Personal information
- Full name: Leovegildo Lins da Gama Júnior
- Date of birth: 29 June 1954 (age 71)
- Place of birth: João Pessoa, Brazil
- Height: 1.72 m (5 ft 8 in)
- Positions: Left back; midfielder;

Youth career
- 1973–1974: Flamengo

Senior career*
- Years: Team / Apps / (Gls)
- 1974–1984: Flamengo / 192 / (7)
- 1984–1987: Torino / 86 / (12)
- 1987–1989: Pescara / 62 / (6)
- 1989–1993: Flamengo / 70 / (10)
- Total:  / 410 / (35)

International career
- 1979–1992: Brazil / 74 / (6)
- 1993–2001: Brazil (beach) / ? / (201)

Managerial career
- 1993–1994: Flamengo
- 1997: Flamengo
- 2003: Corinthians

= Léo Júnior =

Brazilian footballer

Leovegildo Lins da Gama Júnior (born 29 June 1954), also known as Maestro Júnior, Léo Júnior or simply Júnior, is a Brazilian football pundit and retired footballer who played as a left back or midfielder.

He was nicknamed "Capacete" ("helmet", in Portuguese) because of his afro hairstyle.

He was named by Pelé as one of the top 125 greatest living footballers in March 2004. Junior now works as a television pundit for Rede Globo.

==Club career==
Léo Júnior played for Flamengo during the 1970s, 1980s and early 1990s, winning four Brazilian Championships (1980, 1982, 1983, 1992), the 1981 Copa Libertadores and 1981 Intercontinental Cup. With 857 matches, he is the player with most appearances for Flamengo.
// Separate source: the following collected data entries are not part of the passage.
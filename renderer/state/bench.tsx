/** The Bench for every component, and answers that are asked anew when the book changes. */
import { createContext, useCallback, useContext, useEffect, useMemo, useState, type ReactNode } from "react";
import type { Answer, Argument, Bench, BenchEvent, CommandName, JobState } from "../../app/bridge.ts";

interface Desk {
  bench: Bench;
  /** Grows when anything of the book changed. */
  book: number;
  /** Grows when this run changed. */
  runs: Record<number, number>;
  jobs: JobState[];
  forgetJob(job: string): void;
  /** Jobs started on this page: their runs open when they are done. */
  followed: string[];
  follow(job: string): void;
}

const DeskContext = createContext<Desk | null>(null);

export function useDesk(): Desk {
  const desk = useContext(DeskContext);
  if (!desk) throw new Error("useDesk outside DeskProvider");
  return desk;
}

export const useBench = () => useDesk().bench;

export function DeskProvider({ bench, children }: { bench: Bench; children: ReactNode }) {
  const [book, setBook] = useState(0);
  const [runs, setRuns] = useState<Record<number, number>>({});
  const [jobs, setJobs] = useState<JobState[]>([]);
  const [followed, setFollowed] = useState<string[]>([]);

  useEffect(() => {
    const keepJob = (job: JobState) =>
      setJobs((old) => [...old.filter((other) => other.job !== job.job), job]);
    const take = (event: BenchEvent) => {
      if (event.type === "job") keepJob(event.job);
      if (event.type === "book-changed") setBook((old) => old + 1);
      if (event.type === "run-changed") {
        setBook((old) => old + 1);
        setRuns((old) => ({ ...old, [event.run]: (old[event.run] ?? 0) + 1 }));
      }
    };
    const end = bench.subscribe(take);
    // A page reloaded in mid-read goes on with the jobs that are still working.
    bench.call("jobs", {}).then(
      (known) => known.filter((job) => job.state === "working").forEach(keepJob),
      () => undefined,
    );
    return end;
  }, [bench]);

  const follow = useCallback((job: string) => setFollowed((old) => [...old, job]), []);
  const desk = useMemo(
    () => ({
      bench,
      book,
      runs,
      jobs,
      followed,
      follow,
      forgetJob: (job: string) => setJobs((old) => old.filter((other) => other.job !== job)),
    }),
    [bench, book, runs, jobs, followed, follow],
  );
  return <DeskContext value={desk}>{children}</DeskContext>;
}

export interface Asked<T> {
  answer: T | null;
  error: string | null;
  waiting: boolean;
}

/**
 * The answer to one call. A new argument starts empty, a new revision keeps the old answer on the
 * page until the new one is there. A null argument asks nothing.
 */
export function useAnswer<Name extends CommandName>(
  name: Name,
  argument: Argument<Name> | null,
  revision = 0,
): Asked<Answer<Name>> {
  const bench = useBench();
  const key = argument === null ? null : JSON.stringify(argument);
  const [held, setHeld] = useState<Held<Answer<Name>> | null>(null);

  useEffect(() => {
    if (key === null) return undefined;
    let wanted = true;
    const hold = (answer: Answer<Name> | null, error: string | null) =>
      wanted && setHeld({ key, revision, answer, error });
    bench.call(name, JSON.parse(key) as Argument<Name>).then(
      (answer) => hold(answer, null),
      (error: unknown) => hold(null, messageOf(error)),
    );
    return () => {
      wanted = false;
    };
  }, [bench, name, key, revision]);

  if (!held || held.key !== key) return { answer: null, error: null, waiting: key !== null };
  return { answer: held.answer, error: held.error, waiting: held.revision !== revision };
}

interface Held<T> {
  key: string;
  revision: number;
  answer: T | null;
  error: string | null;
}

export const messageOf = (error: unknown) => (error instanceof Error ? error.message : String(error));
On 12 June 1984 he was bought by Torino, for a fee of two million dollars. Léo Júnior asked and obtained a guarantee to play as a midfielder rather than a full-back, because he considered the former role less stressful, so to extend the life of his career. Although he was now thirty years old, after some initial difficulties, he succeeded in integrating in the formation coached by Luigi Radice, becoming the leader of the midfield. During his first year in Italy he was the victim of two incidents of racism: in Milan he was repeatedly insulted and spat upon as he left the stadium with his mother and father and in Turin, on the occasion of the derby, Juventus fans exhibited offensive banners on the colour of his skin. The Torino supporters responded promptly with another banner: "Better negro than a Juventus fan". At the end of the season, finished second behind Verona, he was awarded Serie A's player of the year.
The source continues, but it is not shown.